22. A method for decoding a bitstream to create a reconstructed speech signal, the method including

determining a current block of estimated aligned transform coefficients based on one or more previous blocks of restored transform coefficients and based on a predictor parameter obtained from the bitstream; the definition of the current block of estimated aligned conversion coefficients includes

determining a current block of estimated transform coefficients based on one or more previous blocks of reconstructed transform coefficients and based on a predictor parameter based on a model using a signal model; wherein said signal model contains one or more sinusoidal components of the model; wherein said signal model contains one or more model parameters; and said one or more predictor parameters are indicative of one or more of the specified model parameters; and

determining the current block of quantized prediction error coefficients based on these coefficients contained in the bit stream;

determining the current block of reconstructed aligned transform coefficients based on the current block of estimated aligned transform coefficients and based on the current block of quantized prediction error coefficients;

determining the current block of the restored transform coefficients by giving the current block the restored aligned transform coefficients of the spectrum shape using the current envelope of the block,

determining one or more previous blocks of the restored transform coefficients by giving the one or more previous blocks of the restored aligned transform coefficients the shape of the spectrum, respectively, using one or more previous envelopes of the blocks; and

determining the reconstructed speech signal based on the current and one or more previous blocks of reconstructed transform coefficients.

23. A method for encoding an audio signal containing a speech segment into a bit stream; the method includes

identification of the specified speech segment in the audio signal;

determining a series of successive blocks of transform coefficients based on the specified speech segment using the transform module; wherein the block of transform coefficients comprises a series of transform coefficients for the corresponding series of frequency resolution elements; wherein said transform module is configured to determine long blocks containing a first number of transform coefficients and short blocks containing a second number of transform coefficients; wherein said first quantity is greater than said second quantity; while blocks from a number of consecutive blocks are short blocks; and

encoding the indicated series of consecutive blocks into a bitstream according to claim 21.

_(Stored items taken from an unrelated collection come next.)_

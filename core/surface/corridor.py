"""The corridor a single seismic line can map, and how to tell a single line.

A straight line sees only the along-line component of the reflector's
normal (Sheriff & Geldart 1995, ch. 4): the cross-line dip is unknown. A
surface gridded from the points of one line has no cross-line information
either: its plane trend across the line and the gradient a relocation would
read off it are set by the survey's scatter about the line, not by the
reflector. So a single line maps only a corridor along it, its trend varies
only along the line, and its points stay in the line's vertical plane.

References
----------
[Sheriff & Geldart 1995] Sheriff, R. E. & Geldart, L. P. (1995). Exploration
    Seismology, 2nd ed., Cambridge University Press, ch. 4.
"""

from __future__ import annotations

from dataclasses import dataclass
from typing import Optional

import numpy as np
from numpy.typing import ArrayLike

from ..errors import SurfaceError
from ..grid import GridSpec

__all__ = ["STRAIGHTNESS", "LineCorridor", "line_corridor"]

#: Points count as one straight line when their largest distance from their principal axis is at
#: most this fraction of their length along it (a 10 % bow).
STRAIGHTNESS = 0.1


@dataclass(frozen=True)
class LineCorridor:
    r"""A strip along a single seismic line: where its reflector points can be mapped.

    Attributes
    ----------
    points_xy : (n, 2) ndarray
        The reflector points along the line (m, working CRS).
    unit : (2,) ndarray
        Unit vector along the line (principal axis of the points).
    width_m : float
        Full width of the corridor (m): cells farther than ``width_m / 2``
        from every point are not mapped.
    cross_dip_deg : float
        The cross-line dip assumed possible (degrees): a cell at distance d
        from the line may differ from the line's value by
        :math:`d \tan\delta_c`, taken as one more standard deviation of its
        elevation (:meth:`cross_sigma_m`).
    """

    points_xy: np.ndarray
    unit: np.ndarray
    width_m: float
    cross_dip_deg: float = 10.0

    def distance_m(self, spec: GridSpec) -> np.ndarray:
        """(ny, nx) distance (m) of each cell centre of ``spec`` from the nearest point of the line."""
        from scipy.spatial import cKDTree

        X, Y = np.meshgrid(spec.x_centres, spec.y_centres)
        d, _ = cKDTree(self.points_xy).query(np.column_stack([X.ravel(), Y.ravel()]), k=1)
        return d.reshape(X.shape)

    def outside(self, spec: GridSpec) -> np.ndarray:
        """(ny, nx) bool: True for the cells of ``spec`` outside the corridor."""
        return self.distance_m(spec) > 0.5 * self.width_m

    def cross_sigma_m(self, spec: GridSpec) -> np.ndarray:
        """(ny, nx) elevation uncertainty (m) from the unknown cross-line dip: distance x tan(cross_dip_deg)."""
        return self.distance_m(spec) * np.tan(np.radians(self.cross_dip_deg))


def line_corridor(
    x_m: ArrayLike,
    y_m: ArrayLike,
    width_m: Optional[float],
    depth_m: Optional[ArrayLike] = None,
    cross_dip_deg: float = 10.0,
    line: Optional[ArrayLike] = None,
) -> Optional[LineCorridor]:
    """The corridor of the points when they lie along one straight line, else None.

    The points are one straight line when their largest distance from their
    principal axis is at most :data:`STRAIGHTNESS` times their extent along
    it (two lines, a crossing, an L-shaped line or parallel lines further
    apart than that carry cross-line information). Points of two or more
    lines (``line`` labels) count as one line only if the corridor holds
    them all: parallel lines of a long, narrow survey are far less than 10 %
    of its length apart, yet each lies well outside the others' corridor.

    Parameters
    ----------
    x_m, y_m : array_like (n,)
        Reflector points (m), finite.
    width_m : float or None
        Full corridor width (m); None: the median of ``depth_m`` (half the
        depth either side, about the first Fresnel zone of a shallow
        reflection at the frequencies of engineering surveys; from memory).
    depth_m : array_like (n,), optional
        Reflector depth below ground at the points (m), for the default width.
    cross_dip_deg : float
        Cross-line dip assumed possible (degrees), see :class:`LineCorridor`.
    line : array_like (n,), optional
        Line label of each point.

    Returns
    -------
    LineCorridor or None

    Raises
    ------
    SurfaceError
        No width given and no finite positive depth to take it from.

    Examples
    --------
    >>> c = line_corridor([0.0, 10.0, 20.0], [0.0, 0.1, 0.0], 8.0)
    >>> [round(float(v), 3) + 0.0 for v in c.unit], c.width_m
    ([1.0, 0.0], 8.0)
    >>> line_corridor([0.0, 10.0, 0.0], [0.0, 0.0, 10.0], 8.0) is None
    True

    Two parallel lines 1 km long and 60 m apart: within 10 % of the length of
    each other, but each 30 m from the axis, outside an 8 m corridor:

    >>> x = np.r_[np.arange(0.0, 1001.0, 10.0), np.arange(0.0, 1001.0, 10.0)]
    >>> y = np.r_[np.zeros(101), np.full(101, 60.0)]
    >>> line_corridor(x, y, 8.0, line=["A"] * 101 + ["B"] * 101) is None
    True
    """
    xy = np.column_stack([np.asarray(x_m, float), np.asarray(y_m, float)])
    if len(xy) < 2:
        return None
    centred = xy - xy.mean(axis=0)
    _, _, vt = np.linalg.svd(centred, full_matrices=False)
    unit = vt[0]
    along = centred @ unit
    across = centred @ np.array([-unit[1], unit[0]])
    extent = float(along.max() - along.min())
    if extent <= 0 or float(np.max(np.abs(across))) > STRAIGHTNESS * extent:
        return None
    if unit[0] < 0 or (unit[0] == 0 and unit[1] < 0):
        unit = -unit
    if width_m is None:
        d = np.asarray(depth_m if depth_m is not None else [], float)
        d = d[np.isfinite(d) & (d > 0)]
        if not len(d):
            raise SurfaceError(
                "the width of a single line's corridor needs the reflector depth, and no point has one; "
                "set [processing] line_corridor_m"
            )
        width_m = float(np.median(d))
    if line is not None and len(np.unique(np.asarray(line).astype(str))) > 1:
        if float(np.max(np.abs(across))) > 0.5 * float(width_m):
            return None
    return LineCorridor(xy, unit + 0.0, float(width_m), float(cross_dip_deg))
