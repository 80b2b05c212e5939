"""Contour lines of gridded surfaces (reflector elevation and depth below ground).

Contours are traced with ``contourpy`` (the library matplotlib uses; Debian
and QGIS installs with matplotlib have it) by linear interpolation along the
edges of the grid's cells (marching squares, with masked corners cut off), so
a contour of a planar surface lies exactly on its analytic line and cells
with an empty (NaN) corner carry no contour: the lines stop at the edge of
the data instead of running across a gap.

Intervals follow the 1-2-5 sequence of map practice, with every fifth line an
index contour (drawn heavier and labelled), counted from zero so that index
contours fall on round values (common practice of topographic maps, from
memory).
"""

from __future__ import annotations

import math
from typing import TYPE_CHECKING, Any, List, Optional, Tuple

import numpy as np
from numpy.typing import ArrayLike

from ..errors import MissingDependencyError, OutputError
from ..grid import next_nice_step, nice_step

if TYPE_CHECKING:
    from ..formats.layer import Layer

__all__ = ["contour_levels", "contour_lines", "contours_layer", "nice_interval"]


def nice_interval(zmin: float, zmax: float, target_count: int = 10) -> float:
    """Round contour interval (1, 2 or 5 times a power of ten) giving about ``target_count`` lines.

    The interval is the smallest value of the 1-2-5 sequence not below
    ``(zmax - zmin) / target_count`` (the steps of
    :func:`~rockhead.core.grid.nice_step`), so there are at most
    ``target_count`` (+1) lines and at least about ``target_count / 2.5``.

    Parameters
    ----------
    zmin, zmax : float
        Range of the gridded values (m), ``zmax > zmin``.
    target_count : int
        Most contour lines wanted, >= 1.

    Returns
    -------
    float
        Contour interval (m), the decimal value of its step (``5e-06``, not
        the binary product ``5 * 10.0**-6``).

    Raises
    ------
    OutputError
        An empty or non-finite range, or ``target_count`` < 1.

    >>> nice_interval(203.7, 241.2), nice_interval(0.0, 100.0), nice_interval(4.0, 4.7, 10)
    (5.0, 10.0, 0.1)
    """
    span = float(zmax) - float(zmin)
    if not (math.isfinite(span) and span > 0):
        raise OutputError(f"cannot choose a contour interval for the range {zmin!r} .. {zmax!r}; it must be > 0")
    if target_count < 1:
        raise OutputError(f"target_count={target_count!r}; expected at least 1")
    raw = span / target_count
    # 12 significant digits give a step's decimal value (1e-05, not 9.999999999999999e-06)
    step = float(f"{nice_step(raw):.12g}")  # the largest step not above raw (within 1e-12) ...
    if step < raw * (1 - 1e-12):
        step = float(f"{next_nice_step(step):.12g}")  # ... or the next one up
    return step


def contour_levels(zmin: float, zmax: float, interval: float) -> Tuple[np.ndarray, np.ndarray]:
    """Return the multiples of ``interval`` within [zmin, zmax], and their integer multipliers.

    Parameters
    ----------
    zmin, zmax : float
        Range of the gridded values (m).
    interval : float
        Contour interval (m), > 0.

    Returns
    -------
    levels : ndarray of float
        Contour values (m), each printed to 12 significant digits and read
        back, so 0.3 and not 0.30000000000000004.
    multipliers : ndarray of int
        ``levels / interval``.

    Raises
    ------
    OutputError
        A non-positive interval, or more than 10,000 levels.

    >>> lv, k = contour_levels(203.7, 241.2, 5.0)
    >>> lv.tolist(), k.tolist()
    ([205.0, 210.0, 215.0, 220.0, 225.0, 230.0, 235.0, 240.0], [41, 42, 43, 44, 45, 46, 47, 48])
    """
    if not (interval > 0 and math.isfinite(interval)):
        raise OutputError(f"contour interval {interval!r} must be positive and finite")
    k0 = math.ceil(zmin / interval - 1e-9)
    k1 = math.floor(zmax / interval + 1e-9)
    if k1 - k0 > 10000:
        raise OutputError(
            f"interval {interval!r} gives {k1 - k0 + 1} contour levels over {zmin!r} .. {zmax!r}; "
            "choose a larger interval"
        )
    k = np.arange(k0, k1 + 1, dtype=np.int64)
    # k * interval printed to 12 significant digits removes float noise (0.30000000000000004)
    levels = np.array([float(f"{kk * interval:.12g}") for kk in k.tolist()], dtype=float)
    return levels, k


def _generator(x: np.ndarray, y: np.ndarray, z: np.ndarray) -> Any:
    try:
        import contourpy
    except ImportError as exc:
        raise MissingDependencyError(
            "contourpy",
            "contour lines",
            "install it with 'python3 -m pip install contourpy' (it comes with matplotlib), "
            "or on Debian/Ubuntu 'apt install python3-contourpy'",
        ) from exc
    return contourpy.contour_generator(
        x, y, np.ma.masked_invalid(z), name="serial", line_type="Separate", corner_mask=True
    )


def contour_lines(
    x_centres: ArrayLike, y_centres: ArrayLike, z: ArrayLike, levels: ArrayLike
) -> List[Tuple[float, Any]]:
    """Trace contour lines of a grid.

    Parameters
    ----------
    x_centres : array_like (nx,)
        Easting of the cell centres (grid nodes, m), strictly monotonic.
    y_centres : array_like (ny,)
        Northing of the cell centres (m), strictly monotonic.
    z : array_like (ny, nx)
        Values (m), NaN where the surface is undefined.
    levels : array_like of float
        Contour values (same unit as ``z``).

    Returns
    -------
    list of (float, shapely.geometry.LineString)
        The level and the line, coordinates in the grid's CRS (m).
        One entry per connected line, in level order; a closed loop has its
        first vertex repeated at the end. A level touching the surface in a
        single point gives no line.
    """
    from shapely.geometry import LineString

    x = np.asarray(x_centres, dtype=float)
    y = np.asarray(y_centres, dtype=float)
    z = np.asarray(z, dtype=float)
    if x.ndim != 1 or y.ndim != 1 or z.shape != (len(y), len(x)):
        raise OutputError(
            f"grid shapes do not match: x {x.shape}, y {y.shape}, z {z.shape}; expected z (len(y), len(x))"
        )
    if len(x) < 2 or len(y) < 2:
        return []
    for name, a in (("x", x), ("y", y)):
        d = np.diff(a)
        if not (np.all(d > 0) or np.all(d < 0)):
            raise OutputError(f"{name} cell centres must be strictly increasing or decreasing")
    if not np.any(np.isfinite(z)):
        return []
    gen = _generator(x, y, z)
    out = []
    for level in np.asarray(levels, dtype=float).ravel():
        for seg in gen.lines(float(level)):
            seg = np.asarray(seg, dtype=float)
            # a line through a grid node repeats that vertex: keep one copy
            keep = np.ones(len(seg), dtype=bool)
            keep[1:] = np.any(seg[1:] != seg[:-1], axis=1)
            seg = seg[keep]
            if len(seg) >= 2:
                out.append((float(level), LineString(seg)))
    return out


def contours_layer(
    x_centres: ArrayLike,
    y_centres: ArrayLike,
    elevation_m: Optional[ArrayLike] = None,
    depth_m: Optional[ArrayLike] = None,
    *,
    elevation_interval_m: float | None = None,
    depth_interval_m: float | None = None,
    index_every: int = 5,
    target_count: int = 10,
) -> Layer:
    """Build the ``contours`` layer: elevation and depth contours of gridded surfaces.

    Parameters
    ----------
    x_centres, y_centres : array_like
        Grid node coordinates (m; see :func:`contour_lines`).
    elevation_m, depth_m : array_like (ny, nx), optional
        Reflector elevation and depth below ground (m); either may be omitted.
    elevation_interval_m, depth_interval_m : float, optional
        Contour intervals (m); default :func:`nice_interval` of the grid's range.
    index_every : int
        Every ``index_every``-th level (counted from zero) is an index contour.
    target_count : int
        Target number of levels for the default intervals.

    Returns
    -------
    rockhead.core.formats.layer.Layer
        LINESTRING features with fields ``kind`` (``"elevation"`` or
        ``"depth"``), ``elevation_m`` (NaN on depth contours), ``depth_m``
        (NaN on elevation contours) and ``index`` (bool).
    """
    from ..formats.layer import Layer

    if index_every < 1:
        raise OutputError(f"index_every={index_every!r}; expected a positive integer")
    geoms, kinds, elev, depth, index = [], [], [], [], []
    for kind, grid, interval in (
        ("elevation", elevation_m, elevation_interval_m),
        ("depth", depth_m, depth_interval_m),
    ):
        if grid is None:
            continue
        values = np.asarray(grid, dtype=float)
        finite = values[np.isfinite(values)]
        if finite.size == 0 or finite.min() == finite.max():
            continue
        zmin, zmax = float(finite.min()), float(finite.max())
        step = interval if interval is not None else nice_interval(zmin, zmax, target_count)
        levels, mult = contour_levels(zmin, zmax, step)
        is_index = dict(zip(levels.tolist(), (mult % index_every == 0).tolist()))
        for level, line in contour_lines(x_centres, y_centres, values, levels):
            geoms.append(line)
            kinds.append(kind)
            elev.append(level if kind == "elevation" else np.nan)
            depth.append(level if kind == "depth" else np.nan)
            index.append(is_index[level])
    return Layer(
        geoms,
        {
            "kind": np.array(kinds, dtype=object),
            "elevation_m": np.array(elev, dtype=float),
            "depth_m": np.array(depth, dtype=float),
            "index": np.array(index, dtype=bool),
        },
        geometry_type="LINESTRING",
        description="reflector elevation and depth contours",
    )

24. A method of decoding a bitstream that is a sign of an audio signal containing a speech segment, the method includes

determining a series of consecutive blocks of reconstructed transform coefficients based on data enclosed in a bit stream according to claim 21 or claim 23; and

determining a reconstructed speech segment based on said series of consecutive blocks of reconstructed transform coefficients using an inverse transform module; wherein, the block of reconstructed transform coefficients comprises a series of reconstructed transform coefficients for the corresponding series of frequency resolution elements; wherein the inverse transform module is configured to process long blocks containing the first number of restored transform coefficients and short blocks containing a second number of restored transform coefficients; wherein said first quantity is greater than said second quantity; however, blocks from a series of consecutive blocks are short blocks.